# Denver's Post D



## Kuskid (Aug 18, 2004)

I don't get to watch many Denver games while I'm at school (any time they play the Knicks or are on national TV basically), so I'm having a blast tonight with this one. One thing that's stuck out to me so far is Birdman's defense. Not just camping for weakside blocks (yes, that's a shot at Camby), but challenging everything his own man is putting up as well. Most people remember Nene doing a nice job on Duncan in the playoffs, but Andersen's post defense has looked great, too. Doesn't give up ground, and keeps just a little space between himself and the shooter when he goes up, so the refs don't have a chance to screw up the call.

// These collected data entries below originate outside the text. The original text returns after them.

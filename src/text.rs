//! Text of coordinates as every part of Baroc writes them (tables, titles,
//! captions, the language's own descriptions): two decimals and a
//! hemisphere letter.

/// A latitude such as `52.50°N` or `10.00°S`.
pub fn format_latitude(lat: f64) -> String {
    format!("{:.2}°{}", lat.abs(), if lat >= 0.0 { "N" } else { "S" })
}

/// A longitude such as `20.00°W`, wrapped into -180..180 first.
pub fn format_longitude(lon: f64) -> String {
    let lon = ((lon + 180.0).rem_euclid(360.0)) - 180.0;
    format!("{:.2}°{}", lon.abs(), if lon >= 0.0 { "E" } else { "W" })
}

/// A point as `latitude longitude`.
pub fn format_place(latitude: f64, longitude: f64) -> String {
    format!("{} {}", format_latitude(latitude), format_longitude(longitude))
}

#[cfg(test)]
mod tests {
    use super::*;

    #[test]
    fn hemispheres_and_wrapping() {
        assert_eq!(format_latitude(52.5), "52.50°N");
        assert_eq!(format_latitude(-10.0), "10.00°S");
        assert_eq!(format_longitude(-20.0), "20.00°W");
        // 340 east is 20 west.
        assert_eq!(format_longitude(340.0), "20.00°W");
        assert_eq!(format_place(45.0, 5.0), "45.00°N 5.00°E");
    }
}
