#[test]
fn layers_meeting_missing_levels_fall_back_in_the_pass_as_one_at_a_time() {
    // The demo reports no humidity at 200 hPa and has a patch of missing
    // temperature at 250 hPa in its last time step (`demo::GAP`): layers
    // whose quadratic rule reaches those levels take the trapezoid at the
    // time steps concerned, in the pass as on the one-layer path (the same
    // bits, and the same `method` attribute saying so).
    let script = "\
let a = thickness(300 hPa to 250 hPa)
let b = thermal_wind(300 hPa to 250 hPa)
let c = thermal_wind(500 hPa to 300 hPa)
let d = layer_mean_temperature(400 hPa to 300 hPa)
let e = thickness(250 hPa to 200 hPa)
";
    let (values, (passes, layers, one_layer)) = assert_same_bits_both_paths(script);
    // 300-250 hPa (with its thermal wind) and 500-300 hPa in one pass;
    // 400-300 and 250-200 hPa (missing wherever 200 hPa is: the trapezoid
    // needs it too, and the value stays missing) in the other.
    assert_eq!((passes, layers, one_layer), (2, 4, 0), "served from the passes, none computed one at a time");
    let Some((_, Value::Scalar(a))) = values.iter().find(|(n, _)| n == "a") else { panic!("a is a field") };
    let method = a.attributes.iter().find(|(k, _)| k == "method").map(|(_, v)| v.as_str()).unwrap_or("");
    // The quadratic for 300-250 hPa reaches 200 hPa at every time step.
    assert!(method.contains(&format!("the trapezoid rule at {} time step(s)", baroc::demo::TIME_STEPS)), "the fallback is said: {method}");
}
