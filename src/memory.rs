//! The `baroc` command's allocator: large blocks on huge pages, and kept
//! for reuse within the process.
//!
//! A run allocates many arrays of a few identical sizes (one level of a
//! global 0.25-degree grid is 4.2 MB as float32, 8.3 MB as float64) and
//! frees them soon after. The system allocator hands blocks this large
//! straight back to the kernel on free, so every new array is fresh memory
//! and every 4 KiB page of it a page fault that the kernel must zero; on
//! the machines Baroc was measured on (virtual, shared) those faults cost
//! more than the arithmetic and the reads together (benches/end_to_end.py
//! prints the split). So, for blocks of at least `LARGE` bytes:
//!
//! - fresh blocks are mapped on a 2 MiB boundary with transparent huge pages
//!   requested (madvise MADV_HUGEPAGE, Linux 2.6.38+; numpy does the same for
//!   its large arrays), one fault per 2 MiB instead of per 4 KiB;
//! - freed blocks are kept, up to `RETAINED_BYTES` in all and
//!   `RETAINED_BLOCK` each, and handed out again to a request of the same
//!   size class (sizes rounded up to 2 MiB), already faulted in. A block
//!   asked for zeroed is zeroed again when reused (memset at memory speed,
//!   far below a fault per page).
//!
//! Smaller blocks, and blocks with an alignment above a page, go to the
//! system allocator as before. Elsewhere than Linux everything does.
//! Values are never affected: this decides only where bytes live.

use std::alloc::{GlobalAlloc, Layout, System};
use std::sync::atomic::{AtomicUsize, Ordering};

static FRESH_BYTES: AtomicUsize = AtomicUsize::new(0);
static REUSED_BYTES: AtomicUsize = AtomicUsize::new(0);

/// Bytes of large blocks mapped fresh and bytes handed out again from the
/// kept blocks, by every `Recycling` allocator of the process so far (for
/// the split `BAROC_TIMINGS=1` prints).
pub fn large_block_bytes() -> (usize, usize) {
    (FRESH_BYTES.load(Ordering::Relaxed), REUSED_BYTES.load(Ordering::Relaxed))
}

/// Blocks from this size on are mapped and recycled here.
pub const LARGE: usize = 1 << 20;
/// Size classes (and the mapping granularity): one x86-64 huge page.
const CLASS: usize = 2 << 20;
/// At most this many bytes of freed blocks are kept for reuse: enough for
/// the intermediates of a run on a global 0.25-degree grid to cycle through
/// memory already faulted in, small beside the memory such a run holds.
pub const RETAINED_BYTES: usize = 256 << 20;
/// A freed block larger than this is returned to the kernel at once (a
/// many-level input read once is not worth holding).
pub const RETAINED_BLOCK: usize = 64 << 20;
const SLOTS: usize = 64;
const PAGE: usize = 4096;

/// The size class of a request: its length rounded up to `CLASS`.
fn class_of(size: usize) -> usize {
    size.div_ceil(CLASS) * CLASS
}

/// Whether a block of this layout is mapped here (else the system's).
fn is_ours(layout: &Layout) -> bool {
    cfg!(target_os = "linux") && layout.size() >= LARGE && layout.align() <= PAGE
}

struct Retained {
    /// (address, length) of kept blocks; length 0 marks an empty slot.
    blocks: [(usize, usize); SLOTS],
    bytes: usize,
}

/// The allocator (see the module comment). `baroc`'s main sets it as the
/// global allocator; the library itself does not.
pub struct Recycling {
    retained: std::sync::Mutex<Retained>,
    retained_bytes: usize,
}

impl Default for Recycling {
    fn default() -> Self {
        Self::new()
    }
}

impl Recycling {
    pub const fn new() -> Self {
        Self::with_retained_bytes(RETAINED_BYTES)
    }

    /// An allocator keeping at most `bytes` of freed blocks (0: none).
    pub const fn with_retained_bytes(bytes: usize) -> Self {
        Self { retained: std::sync::Mutex::new(Retained { blocks: [(0, 0); SLOTS], bytes: 0 }), retained_bytes: bytes }
    }

    fn lock(&self) -> std::sync::MutexGuard<'_, Retained> {
        // Nothing inside the lock can panic but a poisoned state is still a
        // consistent one (each update is one assignment pair).
        self.retained.lock().unwrap_or_else(|e| e.into_inner())
    }

    /// A kept block of exactly `length` bytes, taken out of the store.
    fn take(&self, length: usize) -> Option<*mut u8> {
        let mut kept = self.lock();
        let Some(slot) = kept.blocks.iter().position(|&(_, l)| l == length) else {
            FRESH_BYTES.fetch_add(length, Ordering::Relaxed);
            return None;
        };
        let (address, _) = kept.blocks[slot];
        kept.blocks[slot] = (0, 0);
        kept.bytes -= length;
        REUSED_BYTES.fetch_add(length, Ordering::Relaxed);
        Some(address as *mut u8)
    }

    /// Keeps a freed block if there is room; false if it was not kept.
    fn keep(&self, address: *mut u8, length: usize) -> bool {
        if length > RETAINED_BLOCK {
            return false;
        }
        let mut kept = self.lock();
        if kept.bytes + length > self.retained_bytes {
            return false;
        }
        let Some(slot) = kept.blocks.iter().position(|&(_, l)| l == 0) else { return false };
        kept.blocks[slot] = (address as usize, length);
        kept.bytes += length;
        true
    }

    /// Bytes of freed blocks kept now (for tests).
    pub fn retained(&self) -> usize {
        self.lock().bytes
    }
}

#[cfg(target_os = "linux")]
mod map {
    use super::CLASS;

    /// A fresh mapping of `length` bytes (a multiple of `CLASS`) starting
    /// on a `CLASS` boundary, with huge pages requested; null on failure.
    pub fn fresh(length: usize) -> *mut u8 {
        // Over-map by one class and trim both ends to the boundary.
        let Some(over) = length.checked_add(CLASS) else { return std::ptr::null_mut() };
        // SAFETY: an anonymous private mapping at an address of the kernel's
        // choosing touches no memory of this process.
        let raw = unsafe { libc::mmap(std::ptr::null_mut(), over, libc::PROT_READ | libc::PROT_WRITE, libc::MAP_PRIVATE | libc::MAP_ANONYMOUS, -1, 0) };
        if raw == libc::MAP_FAILED {
            return std::ptr::null_mut();
        }
        let start = raw as usize;
        let aligned = start.div_ceil(CLASS) * CLASS;
        let head = aligned - start;
        let tail = over - head - length;
        // SAFETY: [start, start + head) and [aligned + length, start + over)
        // lie inside the mapping just made and nothing refers to them;
        // MADV_HUGEPAGE only sets a hint on the range kept (a refusal, where
        // huge pages are not built in, leaves it as it was).
        unsafe {
            if head > 0 {
                libc::munmap(raw, head);
            }
            if tail > 0 {
                libc::munmap((aligned + length) as *mut libc::c_void, tail);
            }
            libc::madvise(aligned as *mut libc::c_void, length, libc::MADV_HUGEPAGE);
        }
        aligned as *mut u8
    }

    /// Returns a mapping made by `fresh` to the kernel.
    ///
    /// # Safety
    /// `address` and `length` are those of a live mapping from `fresh` (or
    /// `resize`) that nothing uses any more.
    pub unsafe fn release(address: *mut u8, length: usize) {
        libc::munmap(address as *mut libc::c_void, length);
    }

    /// Grows or shrinks a mapping, moving it if need be; null on failure
    /// (the old mapping then stands).
    ///
    /// # Safety
    /// As for `release`; on success the old address is no longer valid.
    pub unsafe fn resize(address: *mut u8, old: usize, new: usize) -> *mut u8 {
        let moved = libc::mremap(address as *mut libc::c_void, old, new, libc::MREMAP_MAYMOVE);
        if moved == libc::MAP_FAILED {
            return std::ptr::null_mut();
        }
        libc::madvise(moved, new, libc::MADV_HUGEPAGE);
        moved as *mut u8
    }
}

#[cfg(not(target_os = "linux"))]
mod map {
    // Never called: `is_ours` is false elsewhere than Linux.
    pub fn fresh(_length: usize) -> *mut u8 {
        std::ptr::null_mut()
    }
    pub unsafe fn release(_address: *mut u8, _length: usize) {}
    pub unsafe fn resize(_address: *mut u8, _old: usize, _new: usize) -> *mut u8 {
        std::ptr::null_mut()
    }
}

// SAFETY: blocks of our layouts are whole mappings of `class_of(size)` bytes,
// page aligned (so any alignment up to a page holds), owned by exactly one
// caller between alloc and dealloc (kept blocks are in the store only while
// no caller holds them); `dealloc` and `realloc` are given the layout the
// block was allocated with, so `is_ours` and `class_of` give back how it
// was made. Everything else is the system allocator's.
unsafe impl GlobalAlloc for Recycling {
    unsafe fn alloc(&self, layout: Layout) -> *mut u8 {
        if !is_ours(&layout) {
            return System.alloc(layout);
        }
        let length = class_of(layout.size());
        self.take(length).unwrap_or_else(|| map::fresh(length))
    }

    unsafe fn alloc_zeroed(&self, layout: Layout) -> *mut u8 {
        if !is_ours(&layout) {
            return System.alloc_zeroed(layout);
        }
        let length = class_of(layout.size());
        match self.take(length) {
            Some(block) => {
                // A reused block holds old data: zero what the caller sees.
                std::ptr::write_bytes(block, 0, layout.size());
                block
            }
            // A fresh anonymous mapping reads as zeros already.
            None => map::fresh(length),
        }
    }

    unsafe fn dealloc(&self, ptr: *mut u8, layout: Layout) {
        if !is_ours(&layout) {
            return System.dealloc(ptr, layout);
        }
        let length = class_of(layout.size());
        if !self.keep(ptr, length) {
            map::release(ptr, length);
        }
    }

    unsafe fn realloc(&self, ptr: *mut u8, layout: Layout, new_size: usize) -> *mut u8 {
        let Ok(new_layout) = Layout::from_size_align(new_size, layout.align()) else { return std::ptr::null_mut() };
        match (is_ours(&layout), is_ours(&new_layout)) {
            (false, false) => System.realloc(ptr, layout, new_size),
            (true, true) => {
                let (old, new) = (class_of(layout.size()), class_of(new_size));
                if old == new {
                    return ptr;
                }
                map::resize(ptr, old, new)
            }
            // Crossing the threshold: a new block, the contents copied.
            _ => {
                let block = self.alloc(new_layout);
                if !block.is_null() {
                    std::ptr::copy_nonoverlapping(ptr, block, layout.size().min(new_size));
                    self.dealloc(ptr, layout);
                }
                block
            }
        }
    }
}

#[cfg(test)]
mod tests {
    use super::*;

    fn layout(size: usize) -> Layout {
        Layout::from_size_align(size, 8).unwrap()
    }

    #[test]
    fn a_reused_block_asked_for_zeroed_is_zero() {
        let a = Recycling::new();
        let size = 721 * 1440 * 4;
        unsafe {
            let block = a.alloc(layout(size));
            assert!(!block.is_null());
            std::ptr::write_bytes(block, 0xAB, size);
            a.dealloc(block, layout(size));
            assert_eq!(a.retained(), class_of(size));
            // Same class: the same block comes back, zeroed.
            let again = a.alloc_zeroed(layout(size - 1000));
            assert_eq!(again, block, "a block of the same class is reused");
            let bytes = std::slice::from_raw_parts(again, size - 1000);
            assert!(bytes.iter().all(|&b| b == 0));
            assert_eq!(a.retained(), 0);
            a.dealloc(again, layout(size - 1000));
        }
    }

    #[test]
    fn fresh_blocks_start_on_a_huge_page_boundary_and_read_zero() {
        let a = Recycling::with_retained_bytes(0);
        unsafe {
            let block = a.alloc_zeroed(layout(3 << 20));
            assert_eq!(block as usize % CLASS, 0);
            assert!(std::slice::from_raw_parts(block, 3 << 20).iter().all(|&b| b == 0));
            a.dealloc(block, layout(3 << 20));
            assert_eq!(a.retained(), 0, "nothing is kept with no room");
        }
    }

    #[test]
    fn realloc_keeps_contents_across_classes_and_the_threshold() {
        let a = Recycling::new();
        unsafe {
            // Small (system) to large (mapped) to larger to small again.
            let mut size = 1000;
            let mut block = a.alloc(layout(size));
            for i in 0..size {
                *block.add(i) = (i % 251) as u8;
            }
            for new_size in [LARGE + 5, 5 << 20, 9 << 20, 3 << 20, 500] {
                let grown = a.realloc(block, layout(size), new_size);
                assert!(!grown.is_null());
                for i in 0..size.min(new_size).min(1000) {
                    assert_eq!(*grown.add(i), (i % 251) as u8, "byte {i} after {size} -> {new_size}");
                }
                block = grown;
                size = new_size;
            }
            a.dealloc(block, layout(size));
        }
    }

    #[test]
    fn the_store_keeps_no_more_than_its_bound() {
        let a = Recycling::with_retained_bytes(5 << 20);
        unsafe {
            let blocks: Vec<*mut u8> = (0..4).map(|_| a.alloc(layout(2 << 20))).collect();
            for &b in &blocks {
                a.dealloc(b, layout(2 << 20));
            }
            // Two 2 MiB blocks fit in 5 MiB; the others went back.
            assert_eq!(a.retained(), 4 << 20);
            let big = a.alloc(layout(RETAINED_BLOCK + 1));
            a.dealloc(big, layout(RETAINED_BLOCK + 1));
            assert_eq!(a.retained(), 4 << 20, "a block above the per-block bound is not kept");
        }
    }

    #[test]
    fn blocks_used_from_many_threads_stay_separate() {
        static SHARED: Recycling = Recycling::with_retained_bytes(64 << 20);
        let handles: Vec<_> = (0..4u8)
            .map(|t| {
                std::thread::spawn(move || unsafe {
                    for round in 0..20u8 {
                        let size = (2 + (round as usize % 3)) << 20;
                        let block = SHARED.alloc(layout(size));
                        std::ptr::write_bytes(block, t ^ round, size);
                        std::thread::yield_now();
                        let bytes = std::slice::from_raw_parts(block, size);
                        assert!(bytes.iter().all(|&b| b == t ^ round), "another thread wrote into this block");
                        SHARED.dealloc(block, layout(size));
                    }
                })
            })
            .collect();
        for h in handles {
            h.join().unwrap();
        }
    }
}
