impl Field {
    /// Assembles a field, checking that the data's shape matches the
    /// coordinates. Fails with a message naming both shapes.
    pub fn new(
        name: impl Into<String>,
        units: impl Into<String>,
        data: Array4<f32>,
        times: Option<TimeAxis>,
        levels: Option<Vec<f64>>,
        grid: Arc<Grid>,
    ) -> Result<Self, String> {
        let shape = data.shape();
        let expected = [
            times.as_ref().map_or(1, |t| t.values.len()),
            levels.as_ref().map_or(1, |l| l.len()),
            grid.latitudes.len(),
            grid.longitudes.len(),
        ];
        if shape != expected {
            return Err(format!("data shape {shape:?} does not match coordinates {expected:?} (time, pressure, latitude, longitude)"));
        }
        let name = name.into();
        Ok(Self {
            long_name: name.clone(),
            name,
            units: units.into(),
            standard_name: None,
            data,
            times,
            levels,
            grid,
            attributes: Vec::new(),
        })
    }

    pub fn with_long_name(mut self, long_name: impl Into<String>) -> Self {
        self.long_name = long_name.into();
        self
    }

    pub fn with_standard_name(mut self, standard_name: Option<&str>) -> Self {
        self.standard_name = standard_name.map(str::to_string);
        self
    }

    pub fn with_attribute(mut self, key: impl Into<String>, value: impl Into<String>) -> Self {
        self.attributes.push((key.into(), value.into()));
        self
    }

    /// A new field on the same coordinates with other data and metadata.
    /// Fails if the shape differs.
    pub fn derived(&self, name: &str, units: &str, data: Array4<f32>) -> Result<Field, String> {
        Field::new(name, units, data, self.times.clone(), self.levels.clone(), self.grid.clone())
    }

    /// A new field on the same grid and times but with no vertical dimension.
    pub fn derived_without_levels(&self, name: &str, units: &str, data: Array4<f32>) -> Result<Field, String> {
        Field::new(name, units, data, self.times.clone(), None, self.grid.clone())
    }

    /// Number of time steps (1 when there is no time dimension).
    pub fn time_count(&self) -> usize {
        self.data.shape()[0]
    }

    /// Number of levels (1 when there is no vertical dimension).
    pub fn level_count(&self) -> usize {
        self.data.shape()[1]
    }

    /// The dimensions the field really has, by name, with their lengths.
    pub fn dimensions(&self) -> Vec<(&'static str, usize)> {
        let shape = self.data.shape();
        let mut dims = Vec::new();
        if self.times.is_some() {
            dims.push((DIMENSION_NAMES[0], shape[0]));
        }
        if self.levels.is_some() {
            dims.push((DIMENSION_NAMES[1], shape[1]));
        }
        dims.push((DIMENSION_NAMES[2], shape[2]));
        dims.push((DIMENSION_NAMES[3], shape[3]));
        dims
    }

    /// View as [time*level, latitude, longitude] slices: the shape the
    /// horizontal operators in `physics` take. Zero-copy for standard-layout
    /// data (the only layout Baroc constructs).
    pub fn horizontal_slices(&self) -> ArrayView3<'_, f32> {
        horizontal_slices(self.data.view())
    }

    /// Index of the level nearest `pressure` (Pa) if it is a data level
    /// (within 0.01 Pa).
    pub fn level_index(&self, pressure: f64) -> Option<usize> {
        self.levels.as_ref()?.iter().position(|&p| (p - pressure).abs() < 0.01)
    }

    /// Minimum, maximum and mean of the valid (non-NaN) values, and their
    /// count. The mean is accumulated in f64.
    pub fn statistics(&self) -> Statistics {
        Statistics::of(self.data.iter().copied())
    }

    /// The field at one time step index (keeping the time coordinate of that
    /// step). Fails with the number of steps when out of range.
    pub fn at_time_index(&self, index: usize) -> Result<Field, String> {
        if index >= self.time_count() {
            return Err(format!("time step {index} is out of range: the field has {} time steps", self.time_count()));
        }
        let data = self.data.slice_axis(Axis(0), ndarray::Slice::from(index..index + 1)).to_owned();
        let mut field = self.clone_with_data(data);
        field.times = self.times.as_ref().map(|t| t.select(&[index]));
        Ok(field)
    }

    /// The field on one data level (the level dimension removed, the level
    /// recorded as an attribute).
    pub fn at_level_index(&self, index: usize) -> Result<Field, String> {
        let levels = self.levels.as_ref().ok_or_else(|| format!("{} has no pressure levels", self.name))?;
        let pressure = *levels.get(index).ok_or_else(|| format!("level {index} out of range"))?;
        let data = self.data.slice_axis(Axis(1), ndarray::Slice::from(index..index + 1)).to_owned();
        let mut field = self.clone_with_data(data);
        field.levels = None;
        field.attributes.push(("pressure_level".into(), format!("{} hPa", pressure / 100.0)));
        Ok(field)
    }

    fn clone_with_data(&self, data: Array4<f32>) -> Field {
        Field {
            name: self.name.clone(),
            long_name: self.long_name.clone(),
            units: self.units.clone(),
            standard_name: self.standard_name.clone(),
            data,
            times: self.times.clone(),
            levels: self.levels.clone(),
            grid: self.grid.clone(),
            attributes: self.attributes.clone(),
        }
    }
}

/// Reshapes a standard-layout 4-D view into [time*level, latitude, longitude].
pub fn horizontal_slices(data: ArrayView4<'_, f32>) -> ArrayView3<'_, f32> {
    let (t, l, y, x) = data.dim();
    data.into_shape_with_order((t * l, y, x)).expect("fields are stored in standard layout")
}

/// Summary statistics of valid values; NaN values are counted as missing,
/// never averaged in.
#[derive(Debug, Clone, Copy, PartialEq, serde::Serialize)]
pub struct Statistics {
    pub minimum: f64,
    pub maximum: f64,
    pub mean: f64,
    pub valid: usize,
    pub missing: usize,
}

impl Statistics {
    pub fn of(values: impl Iterator<Item = f32>) -> Self {
        let (mut minimum, mut maximum, mut sum, mut valid, mut missing) = (f64::INFINITY, f64::NEG_INFINITY, 0.0f64, 0usize, 0usize);
        for v in values {
            if v.is_nan() {
                missing += 1;
            } else {
                let v = v as f64;
                minimum = minimum.min(v);
                maximum = maximum.max(v);
                sum += v;
                valid += 1;
            }
        }
        if valid == 0 {
            return Self { minimum: f64::NAN, maximum: f64::NAN, mean: f64::NAN, valid, missing };
        }
        Self { minimum, maximum, mean: sum / valid as f64, valid, missing }
    }
}

/// A horizontal vector field: eastward and northward components on one grid.
#[derive(Debug, Clone)]
pub struct VectorField {
    pub eastward: Field,
    pub northward: Field,
}

impl VectorField {
    /// Pairs two components; fails unless they share grid, levels and times.
    pub fn new(eastward: Field, northward: Field) -> Result<Self, String> {
        if eastward.data.shape() != northward.data.shape() || eastward.grid != northward.grid || eastward.levels != northward.levels {
            return Err(format!(
                "the components {} {:?} and {} {:?} are not on the same grid",
                eastward.name,
                eastward.data.shape(),
                northward.name,
                northward.data.shape()
            ));
        }
        Ok(Self { eastward, northward })
    }

    /// Speed sqrt(u^2 + v^2), NaN where either component is missing.
    pub fn speed(&self) -> Field {
        let mut data = self.eastward.data.clone();
        ndarray::Zip::from(&mut data).and(&self.northward.data).par_for_each(|u, &v| *u = u.hypot(v));
        let mut field = self.eastward.clone_with_data(data);
        field.name = format!("{}_speed", self.name());
        field.long_name = format!("speed of {}", strip_component(&self.eastward.long_name));
        field.standard_name = None;
        field
    }

    /// The vector's own name, from its components' names without the
    /// component word: `thermal_eastward_wind_1000_500hPa` and
    /// `thermal_northward_wind_1000_500hPa` make `thermal_wind_1000_500hPa`,
    /// `eastward_wind` makes `wind`, `shear_eastward` makes `shear`. Speed
    /// and direction take this name, so they say what vector they measure.
    pub fn name(&self) -> String {
        let east = without_component(&self.eastward.name, "eastward");
        let north = without_component(&self.northward.name, "northward");
        match (east, north) {
            (Some(e), Some(n)) if e == n => e,
            (Some(e), _) => e,
            _ => self.eastward.name.clone(),
        }
    }

    /// The name of the vector's direction (the direction it blows from).
    pub fn direction_name(&self) -> String {
        format!("{}_direction", self.name())
    }
}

You never hear much about guys who play great post defense, since there isn't really a stat for it, so I just thought I'd give some props where they're due. That and I'm getting giddy waiting for the playoffs.


----------



## jericho (Jul 12, 2002)

Nice! Denver hasn't been as vulnerable in the paint as I feared going into this season, and I'm realizing Birdman is a big part of it. He's nearly replaced what Camby gave us as a shotblocker, but the man defense inside is much better thanks to the combination of him and Nene.


----------



## Kuskid (Aug 18, 2004)

Don't want to jinx anything, but Boozer and Okur are a combined 2 of 16. Millsap on the other hand, is killing us, though. Nene challenges everything, I'm impressed that he doesn't pick up more fouls.


----------